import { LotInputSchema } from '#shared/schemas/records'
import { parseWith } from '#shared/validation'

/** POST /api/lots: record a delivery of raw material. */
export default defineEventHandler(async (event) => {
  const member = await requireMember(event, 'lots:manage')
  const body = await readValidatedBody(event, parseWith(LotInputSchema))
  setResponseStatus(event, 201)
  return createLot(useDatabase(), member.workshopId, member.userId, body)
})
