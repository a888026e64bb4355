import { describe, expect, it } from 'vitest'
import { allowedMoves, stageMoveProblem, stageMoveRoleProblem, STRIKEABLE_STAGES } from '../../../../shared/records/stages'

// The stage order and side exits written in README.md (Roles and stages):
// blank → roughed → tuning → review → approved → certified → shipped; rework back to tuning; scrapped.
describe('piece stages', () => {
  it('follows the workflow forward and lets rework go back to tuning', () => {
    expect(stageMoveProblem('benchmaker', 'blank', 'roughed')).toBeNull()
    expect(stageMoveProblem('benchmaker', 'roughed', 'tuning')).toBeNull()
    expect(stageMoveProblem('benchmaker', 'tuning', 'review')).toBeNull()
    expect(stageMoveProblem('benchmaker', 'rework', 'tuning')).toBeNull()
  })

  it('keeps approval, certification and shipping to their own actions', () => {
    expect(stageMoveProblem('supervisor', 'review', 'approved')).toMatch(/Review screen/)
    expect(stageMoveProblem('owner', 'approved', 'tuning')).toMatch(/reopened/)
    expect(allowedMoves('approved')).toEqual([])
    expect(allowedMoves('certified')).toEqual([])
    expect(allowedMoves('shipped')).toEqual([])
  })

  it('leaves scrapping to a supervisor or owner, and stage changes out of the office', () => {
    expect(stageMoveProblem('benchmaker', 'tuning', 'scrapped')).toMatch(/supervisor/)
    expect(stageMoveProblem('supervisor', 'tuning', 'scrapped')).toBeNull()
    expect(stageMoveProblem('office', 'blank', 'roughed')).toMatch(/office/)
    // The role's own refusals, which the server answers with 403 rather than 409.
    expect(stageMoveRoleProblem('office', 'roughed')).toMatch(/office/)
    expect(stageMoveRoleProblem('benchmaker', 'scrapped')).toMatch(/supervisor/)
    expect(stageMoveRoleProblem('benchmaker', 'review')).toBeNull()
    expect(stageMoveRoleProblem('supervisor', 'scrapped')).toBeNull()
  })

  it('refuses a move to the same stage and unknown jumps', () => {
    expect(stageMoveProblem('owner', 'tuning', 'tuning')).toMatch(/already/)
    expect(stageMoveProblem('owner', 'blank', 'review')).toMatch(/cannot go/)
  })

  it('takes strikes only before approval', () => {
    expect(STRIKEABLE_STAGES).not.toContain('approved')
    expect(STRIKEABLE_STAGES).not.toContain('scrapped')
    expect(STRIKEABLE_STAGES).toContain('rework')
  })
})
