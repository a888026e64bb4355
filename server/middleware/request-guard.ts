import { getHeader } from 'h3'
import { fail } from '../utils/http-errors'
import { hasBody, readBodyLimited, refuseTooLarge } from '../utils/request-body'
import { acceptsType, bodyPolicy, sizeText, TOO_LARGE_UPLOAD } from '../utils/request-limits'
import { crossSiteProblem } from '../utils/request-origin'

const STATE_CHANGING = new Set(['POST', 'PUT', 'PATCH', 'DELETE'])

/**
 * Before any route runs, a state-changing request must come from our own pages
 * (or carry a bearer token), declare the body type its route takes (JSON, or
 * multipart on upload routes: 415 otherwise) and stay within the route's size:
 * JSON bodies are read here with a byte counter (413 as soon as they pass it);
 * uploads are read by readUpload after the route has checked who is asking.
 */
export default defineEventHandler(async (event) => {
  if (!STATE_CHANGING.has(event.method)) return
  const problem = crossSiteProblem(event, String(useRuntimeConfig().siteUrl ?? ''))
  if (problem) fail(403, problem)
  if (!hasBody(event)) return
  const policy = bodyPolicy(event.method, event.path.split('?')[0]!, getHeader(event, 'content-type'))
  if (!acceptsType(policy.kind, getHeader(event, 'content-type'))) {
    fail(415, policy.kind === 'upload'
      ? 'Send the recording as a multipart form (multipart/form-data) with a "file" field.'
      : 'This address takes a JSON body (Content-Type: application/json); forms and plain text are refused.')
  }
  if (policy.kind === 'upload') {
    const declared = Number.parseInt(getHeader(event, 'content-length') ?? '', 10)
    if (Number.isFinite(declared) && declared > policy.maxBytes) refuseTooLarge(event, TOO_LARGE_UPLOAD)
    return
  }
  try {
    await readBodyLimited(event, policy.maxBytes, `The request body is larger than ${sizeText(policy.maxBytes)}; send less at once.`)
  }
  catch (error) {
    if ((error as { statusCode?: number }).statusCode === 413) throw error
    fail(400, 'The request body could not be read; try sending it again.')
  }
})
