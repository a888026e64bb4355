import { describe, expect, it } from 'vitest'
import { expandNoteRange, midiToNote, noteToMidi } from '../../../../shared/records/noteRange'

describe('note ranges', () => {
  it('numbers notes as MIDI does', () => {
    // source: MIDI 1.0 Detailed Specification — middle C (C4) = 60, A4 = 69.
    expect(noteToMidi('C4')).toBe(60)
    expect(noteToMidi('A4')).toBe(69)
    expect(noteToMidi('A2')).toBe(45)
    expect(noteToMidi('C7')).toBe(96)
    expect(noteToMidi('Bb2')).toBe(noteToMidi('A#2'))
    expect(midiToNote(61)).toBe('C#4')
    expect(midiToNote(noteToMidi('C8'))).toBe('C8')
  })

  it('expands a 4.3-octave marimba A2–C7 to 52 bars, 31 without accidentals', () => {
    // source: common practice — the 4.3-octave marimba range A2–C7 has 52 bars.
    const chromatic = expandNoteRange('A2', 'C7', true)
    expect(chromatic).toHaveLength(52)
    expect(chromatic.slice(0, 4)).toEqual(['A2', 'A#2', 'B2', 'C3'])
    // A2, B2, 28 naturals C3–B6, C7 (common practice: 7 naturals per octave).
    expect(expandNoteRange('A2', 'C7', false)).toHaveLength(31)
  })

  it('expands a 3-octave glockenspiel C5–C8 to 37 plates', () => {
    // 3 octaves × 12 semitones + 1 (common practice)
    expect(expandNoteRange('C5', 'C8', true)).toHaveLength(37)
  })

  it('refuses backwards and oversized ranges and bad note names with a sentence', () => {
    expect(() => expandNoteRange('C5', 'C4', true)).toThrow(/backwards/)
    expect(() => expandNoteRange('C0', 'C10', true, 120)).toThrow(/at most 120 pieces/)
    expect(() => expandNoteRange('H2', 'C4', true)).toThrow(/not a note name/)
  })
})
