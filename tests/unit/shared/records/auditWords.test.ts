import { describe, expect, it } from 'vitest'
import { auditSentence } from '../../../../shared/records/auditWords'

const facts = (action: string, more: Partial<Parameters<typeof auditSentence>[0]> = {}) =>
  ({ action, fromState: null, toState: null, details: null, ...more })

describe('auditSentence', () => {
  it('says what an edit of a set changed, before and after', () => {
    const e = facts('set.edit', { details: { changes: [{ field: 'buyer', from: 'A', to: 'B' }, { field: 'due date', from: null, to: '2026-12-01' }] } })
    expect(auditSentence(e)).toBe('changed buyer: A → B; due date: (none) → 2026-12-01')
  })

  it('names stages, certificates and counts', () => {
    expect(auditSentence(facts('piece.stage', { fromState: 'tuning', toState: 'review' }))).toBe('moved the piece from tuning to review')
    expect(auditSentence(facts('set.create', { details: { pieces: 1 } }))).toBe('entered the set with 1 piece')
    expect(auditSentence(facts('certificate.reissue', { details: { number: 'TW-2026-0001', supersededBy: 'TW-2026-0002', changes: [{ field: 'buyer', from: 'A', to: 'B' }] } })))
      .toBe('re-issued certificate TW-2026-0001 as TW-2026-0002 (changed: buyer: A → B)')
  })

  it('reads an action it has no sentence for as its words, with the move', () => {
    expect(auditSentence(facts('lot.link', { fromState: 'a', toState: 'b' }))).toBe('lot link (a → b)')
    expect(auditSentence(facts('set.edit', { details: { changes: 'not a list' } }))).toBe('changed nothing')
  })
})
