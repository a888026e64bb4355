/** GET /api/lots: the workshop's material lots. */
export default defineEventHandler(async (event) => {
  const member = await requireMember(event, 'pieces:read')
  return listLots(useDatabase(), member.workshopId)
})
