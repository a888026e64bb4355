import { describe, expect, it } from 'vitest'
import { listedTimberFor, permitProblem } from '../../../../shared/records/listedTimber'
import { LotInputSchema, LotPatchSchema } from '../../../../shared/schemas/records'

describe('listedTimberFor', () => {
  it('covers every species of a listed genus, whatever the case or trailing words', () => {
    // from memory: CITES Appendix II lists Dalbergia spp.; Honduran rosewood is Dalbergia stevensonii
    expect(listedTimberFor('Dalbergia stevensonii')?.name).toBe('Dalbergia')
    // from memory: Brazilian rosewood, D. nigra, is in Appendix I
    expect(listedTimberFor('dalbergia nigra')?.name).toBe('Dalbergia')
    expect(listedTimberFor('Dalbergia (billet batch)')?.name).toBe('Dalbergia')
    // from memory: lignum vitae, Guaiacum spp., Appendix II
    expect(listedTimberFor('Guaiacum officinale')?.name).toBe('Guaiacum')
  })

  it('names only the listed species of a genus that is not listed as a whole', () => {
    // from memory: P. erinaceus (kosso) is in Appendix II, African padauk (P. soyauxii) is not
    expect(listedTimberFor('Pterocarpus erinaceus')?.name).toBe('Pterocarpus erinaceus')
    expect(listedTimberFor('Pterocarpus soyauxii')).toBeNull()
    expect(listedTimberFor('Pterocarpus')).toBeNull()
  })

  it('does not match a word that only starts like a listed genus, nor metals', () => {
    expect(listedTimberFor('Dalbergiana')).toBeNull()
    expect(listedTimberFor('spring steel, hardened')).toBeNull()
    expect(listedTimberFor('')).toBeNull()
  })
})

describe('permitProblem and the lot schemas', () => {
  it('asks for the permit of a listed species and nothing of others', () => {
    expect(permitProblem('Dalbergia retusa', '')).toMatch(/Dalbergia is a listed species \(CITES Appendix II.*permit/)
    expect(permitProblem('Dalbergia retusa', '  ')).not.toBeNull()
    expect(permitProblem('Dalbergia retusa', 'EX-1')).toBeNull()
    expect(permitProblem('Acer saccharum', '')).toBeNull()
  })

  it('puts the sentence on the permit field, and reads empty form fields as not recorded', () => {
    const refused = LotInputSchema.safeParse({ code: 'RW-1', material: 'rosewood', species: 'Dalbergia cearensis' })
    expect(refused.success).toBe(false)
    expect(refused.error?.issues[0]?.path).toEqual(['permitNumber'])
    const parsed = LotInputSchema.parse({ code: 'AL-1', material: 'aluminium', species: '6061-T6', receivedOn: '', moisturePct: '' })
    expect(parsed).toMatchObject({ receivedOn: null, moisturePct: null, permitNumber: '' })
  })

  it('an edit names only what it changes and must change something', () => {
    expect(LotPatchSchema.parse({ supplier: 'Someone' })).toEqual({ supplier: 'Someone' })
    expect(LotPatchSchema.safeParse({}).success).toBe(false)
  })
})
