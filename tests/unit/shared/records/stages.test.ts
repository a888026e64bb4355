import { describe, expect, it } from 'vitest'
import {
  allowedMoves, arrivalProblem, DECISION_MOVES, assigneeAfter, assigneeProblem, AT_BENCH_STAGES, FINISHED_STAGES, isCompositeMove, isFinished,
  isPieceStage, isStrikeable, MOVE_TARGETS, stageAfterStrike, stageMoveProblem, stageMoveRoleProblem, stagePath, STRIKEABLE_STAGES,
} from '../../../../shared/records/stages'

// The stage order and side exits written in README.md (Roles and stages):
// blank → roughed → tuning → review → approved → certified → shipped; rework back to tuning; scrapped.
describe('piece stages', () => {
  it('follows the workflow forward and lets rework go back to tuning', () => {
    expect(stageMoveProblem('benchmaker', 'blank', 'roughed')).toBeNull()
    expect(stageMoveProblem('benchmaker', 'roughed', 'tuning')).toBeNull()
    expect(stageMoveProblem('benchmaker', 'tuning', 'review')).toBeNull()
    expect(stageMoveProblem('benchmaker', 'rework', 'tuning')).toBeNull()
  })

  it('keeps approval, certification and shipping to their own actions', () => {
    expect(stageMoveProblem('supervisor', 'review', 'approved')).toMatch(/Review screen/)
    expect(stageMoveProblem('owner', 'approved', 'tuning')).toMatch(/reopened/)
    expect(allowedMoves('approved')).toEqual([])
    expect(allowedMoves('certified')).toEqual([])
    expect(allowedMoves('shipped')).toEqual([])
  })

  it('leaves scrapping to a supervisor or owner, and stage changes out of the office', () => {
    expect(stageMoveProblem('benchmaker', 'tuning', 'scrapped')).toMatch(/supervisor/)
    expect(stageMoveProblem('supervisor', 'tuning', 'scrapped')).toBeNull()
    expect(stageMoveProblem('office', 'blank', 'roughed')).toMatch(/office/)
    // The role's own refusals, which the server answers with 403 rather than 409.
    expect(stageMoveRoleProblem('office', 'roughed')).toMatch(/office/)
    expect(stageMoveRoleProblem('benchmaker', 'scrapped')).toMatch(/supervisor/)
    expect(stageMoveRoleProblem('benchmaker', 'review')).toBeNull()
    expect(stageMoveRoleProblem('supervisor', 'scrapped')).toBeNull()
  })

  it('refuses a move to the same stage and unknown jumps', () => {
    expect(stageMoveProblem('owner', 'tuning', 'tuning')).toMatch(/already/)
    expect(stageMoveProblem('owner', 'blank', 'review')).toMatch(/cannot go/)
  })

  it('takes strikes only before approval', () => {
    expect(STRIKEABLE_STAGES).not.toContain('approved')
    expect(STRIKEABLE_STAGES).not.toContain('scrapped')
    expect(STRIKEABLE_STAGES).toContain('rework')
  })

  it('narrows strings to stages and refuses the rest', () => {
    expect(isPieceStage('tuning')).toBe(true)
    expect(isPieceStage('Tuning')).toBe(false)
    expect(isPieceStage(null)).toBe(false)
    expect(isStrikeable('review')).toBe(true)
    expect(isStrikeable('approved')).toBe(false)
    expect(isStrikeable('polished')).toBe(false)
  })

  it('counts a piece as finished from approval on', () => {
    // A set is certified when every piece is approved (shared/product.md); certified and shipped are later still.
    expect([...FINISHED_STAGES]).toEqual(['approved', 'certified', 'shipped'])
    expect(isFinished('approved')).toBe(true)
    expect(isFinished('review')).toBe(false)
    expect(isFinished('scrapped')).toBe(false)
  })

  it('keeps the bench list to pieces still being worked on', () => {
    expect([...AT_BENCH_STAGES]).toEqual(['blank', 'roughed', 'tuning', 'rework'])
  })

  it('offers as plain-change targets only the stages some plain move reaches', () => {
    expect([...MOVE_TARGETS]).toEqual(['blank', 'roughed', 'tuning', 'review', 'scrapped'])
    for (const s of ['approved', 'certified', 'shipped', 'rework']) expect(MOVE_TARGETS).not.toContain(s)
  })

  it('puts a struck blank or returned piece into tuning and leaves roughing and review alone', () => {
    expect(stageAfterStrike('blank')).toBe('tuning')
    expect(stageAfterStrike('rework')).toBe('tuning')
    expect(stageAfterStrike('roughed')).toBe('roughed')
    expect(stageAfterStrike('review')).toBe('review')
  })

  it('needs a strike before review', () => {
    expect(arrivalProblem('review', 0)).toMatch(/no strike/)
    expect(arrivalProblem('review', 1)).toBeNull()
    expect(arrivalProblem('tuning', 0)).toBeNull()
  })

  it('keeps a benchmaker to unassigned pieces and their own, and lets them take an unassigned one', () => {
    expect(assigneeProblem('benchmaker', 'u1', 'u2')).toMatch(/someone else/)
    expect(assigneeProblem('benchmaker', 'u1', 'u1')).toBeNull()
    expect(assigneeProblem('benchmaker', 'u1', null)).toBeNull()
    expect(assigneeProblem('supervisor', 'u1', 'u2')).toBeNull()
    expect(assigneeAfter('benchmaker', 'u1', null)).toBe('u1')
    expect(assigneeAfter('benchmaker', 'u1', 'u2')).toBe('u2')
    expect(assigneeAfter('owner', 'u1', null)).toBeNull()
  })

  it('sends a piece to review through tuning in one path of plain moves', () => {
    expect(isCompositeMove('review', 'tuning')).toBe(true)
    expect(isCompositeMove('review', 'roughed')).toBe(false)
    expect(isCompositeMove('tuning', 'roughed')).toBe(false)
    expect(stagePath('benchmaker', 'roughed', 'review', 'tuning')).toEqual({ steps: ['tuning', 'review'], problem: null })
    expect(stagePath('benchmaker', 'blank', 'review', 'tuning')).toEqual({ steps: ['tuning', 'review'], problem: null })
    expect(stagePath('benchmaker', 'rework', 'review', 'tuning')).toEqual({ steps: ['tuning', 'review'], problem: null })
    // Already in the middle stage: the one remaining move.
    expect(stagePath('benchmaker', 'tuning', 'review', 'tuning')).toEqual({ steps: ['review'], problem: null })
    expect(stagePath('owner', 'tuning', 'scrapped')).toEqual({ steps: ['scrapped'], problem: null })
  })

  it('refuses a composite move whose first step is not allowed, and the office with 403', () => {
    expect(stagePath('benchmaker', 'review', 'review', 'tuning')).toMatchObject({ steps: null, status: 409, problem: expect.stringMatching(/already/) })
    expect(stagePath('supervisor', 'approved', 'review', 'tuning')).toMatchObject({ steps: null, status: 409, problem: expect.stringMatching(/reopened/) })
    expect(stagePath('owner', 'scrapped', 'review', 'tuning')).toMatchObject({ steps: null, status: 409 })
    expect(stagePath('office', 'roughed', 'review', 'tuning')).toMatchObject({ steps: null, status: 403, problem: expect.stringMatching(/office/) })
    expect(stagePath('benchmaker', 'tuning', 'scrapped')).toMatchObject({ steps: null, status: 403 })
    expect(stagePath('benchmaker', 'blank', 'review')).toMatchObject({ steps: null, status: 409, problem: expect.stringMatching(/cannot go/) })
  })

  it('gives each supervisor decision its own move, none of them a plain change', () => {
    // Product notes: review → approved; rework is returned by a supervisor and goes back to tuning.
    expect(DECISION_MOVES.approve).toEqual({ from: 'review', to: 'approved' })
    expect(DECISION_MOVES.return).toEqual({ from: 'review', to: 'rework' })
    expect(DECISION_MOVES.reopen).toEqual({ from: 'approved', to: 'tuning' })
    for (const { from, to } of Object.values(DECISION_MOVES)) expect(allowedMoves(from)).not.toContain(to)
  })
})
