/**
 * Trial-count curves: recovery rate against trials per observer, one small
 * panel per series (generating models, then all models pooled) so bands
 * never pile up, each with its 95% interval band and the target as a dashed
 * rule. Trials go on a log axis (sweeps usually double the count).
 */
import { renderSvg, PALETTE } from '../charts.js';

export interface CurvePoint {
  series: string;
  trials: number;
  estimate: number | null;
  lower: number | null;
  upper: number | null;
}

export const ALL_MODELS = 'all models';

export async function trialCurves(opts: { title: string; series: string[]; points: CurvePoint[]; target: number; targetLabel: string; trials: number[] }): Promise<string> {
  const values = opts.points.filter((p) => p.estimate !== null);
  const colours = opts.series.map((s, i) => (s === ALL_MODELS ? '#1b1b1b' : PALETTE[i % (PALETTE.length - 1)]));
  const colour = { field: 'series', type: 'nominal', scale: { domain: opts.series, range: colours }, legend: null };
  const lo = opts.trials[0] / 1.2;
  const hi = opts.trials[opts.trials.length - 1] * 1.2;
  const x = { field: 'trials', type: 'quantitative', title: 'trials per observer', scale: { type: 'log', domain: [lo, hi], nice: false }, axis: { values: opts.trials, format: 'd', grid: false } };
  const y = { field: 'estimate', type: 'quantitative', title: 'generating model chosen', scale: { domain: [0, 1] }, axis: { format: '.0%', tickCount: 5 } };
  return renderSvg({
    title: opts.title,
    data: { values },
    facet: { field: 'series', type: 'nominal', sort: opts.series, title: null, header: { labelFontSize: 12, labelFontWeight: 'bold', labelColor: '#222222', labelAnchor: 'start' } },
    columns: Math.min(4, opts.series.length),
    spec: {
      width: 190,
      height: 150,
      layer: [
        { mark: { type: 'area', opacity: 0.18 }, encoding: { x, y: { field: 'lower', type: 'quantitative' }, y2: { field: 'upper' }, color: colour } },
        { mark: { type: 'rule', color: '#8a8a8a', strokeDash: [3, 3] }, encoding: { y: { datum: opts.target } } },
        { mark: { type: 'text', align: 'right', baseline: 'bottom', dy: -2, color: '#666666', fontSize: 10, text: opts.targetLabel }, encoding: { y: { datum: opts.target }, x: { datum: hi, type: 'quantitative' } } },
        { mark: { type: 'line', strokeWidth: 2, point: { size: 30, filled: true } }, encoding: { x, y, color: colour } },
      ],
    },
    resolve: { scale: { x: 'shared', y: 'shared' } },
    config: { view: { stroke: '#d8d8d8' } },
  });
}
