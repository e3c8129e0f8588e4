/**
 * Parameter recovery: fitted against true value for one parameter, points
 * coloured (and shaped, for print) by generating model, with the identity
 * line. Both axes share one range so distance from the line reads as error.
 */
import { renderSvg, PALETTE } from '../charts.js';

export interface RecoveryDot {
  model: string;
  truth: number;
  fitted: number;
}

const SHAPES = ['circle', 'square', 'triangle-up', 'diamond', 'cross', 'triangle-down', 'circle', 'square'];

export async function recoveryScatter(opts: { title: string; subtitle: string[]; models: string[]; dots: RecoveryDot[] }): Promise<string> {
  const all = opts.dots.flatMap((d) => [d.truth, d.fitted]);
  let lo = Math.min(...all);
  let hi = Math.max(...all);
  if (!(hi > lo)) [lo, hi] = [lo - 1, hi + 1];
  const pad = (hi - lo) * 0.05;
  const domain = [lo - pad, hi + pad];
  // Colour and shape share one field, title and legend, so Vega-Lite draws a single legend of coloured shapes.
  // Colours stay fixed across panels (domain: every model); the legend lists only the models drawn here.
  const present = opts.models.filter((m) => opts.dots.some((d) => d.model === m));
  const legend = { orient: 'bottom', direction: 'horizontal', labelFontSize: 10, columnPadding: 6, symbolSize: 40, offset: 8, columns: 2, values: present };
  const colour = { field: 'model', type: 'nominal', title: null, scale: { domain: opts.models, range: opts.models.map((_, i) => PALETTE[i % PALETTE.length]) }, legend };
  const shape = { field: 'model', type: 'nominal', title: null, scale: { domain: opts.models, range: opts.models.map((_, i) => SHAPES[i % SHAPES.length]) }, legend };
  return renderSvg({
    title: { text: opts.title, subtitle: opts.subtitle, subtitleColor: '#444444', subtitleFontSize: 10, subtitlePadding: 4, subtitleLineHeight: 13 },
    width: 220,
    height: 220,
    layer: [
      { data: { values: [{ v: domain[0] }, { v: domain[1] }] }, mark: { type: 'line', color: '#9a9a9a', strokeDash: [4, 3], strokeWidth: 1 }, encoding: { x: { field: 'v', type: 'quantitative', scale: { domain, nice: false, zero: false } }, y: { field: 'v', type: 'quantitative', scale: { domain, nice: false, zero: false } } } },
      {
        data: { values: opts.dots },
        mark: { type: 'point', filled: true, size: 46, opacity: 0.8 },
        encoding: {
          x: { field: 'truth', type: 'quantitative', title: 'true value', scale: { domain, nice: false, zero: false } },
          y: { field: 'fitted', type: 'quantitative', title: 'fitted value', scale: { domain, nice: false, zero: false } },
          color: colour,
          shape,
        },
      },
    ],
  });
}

|---|

DIRECTIONS. All lines from the start of the entries through the line where "setResponseStatus(event, 201)" sits should be duplicated exactly, with nothing else in the output.

OUTPUT BELOW.
import { LotInputSchema } from '#shared/schemas/records'
import { parseWith } from '#shared/validation'

/** POST /api/lots: record a delivery of raw material. */
export default defineEventHandler(async (event) => {
  const member = await requireMember(event, 'lots:manage')
  const body = await readValidatedBody(event, parseWith(LotInputSchema))
  setResponseStatus(event, 201)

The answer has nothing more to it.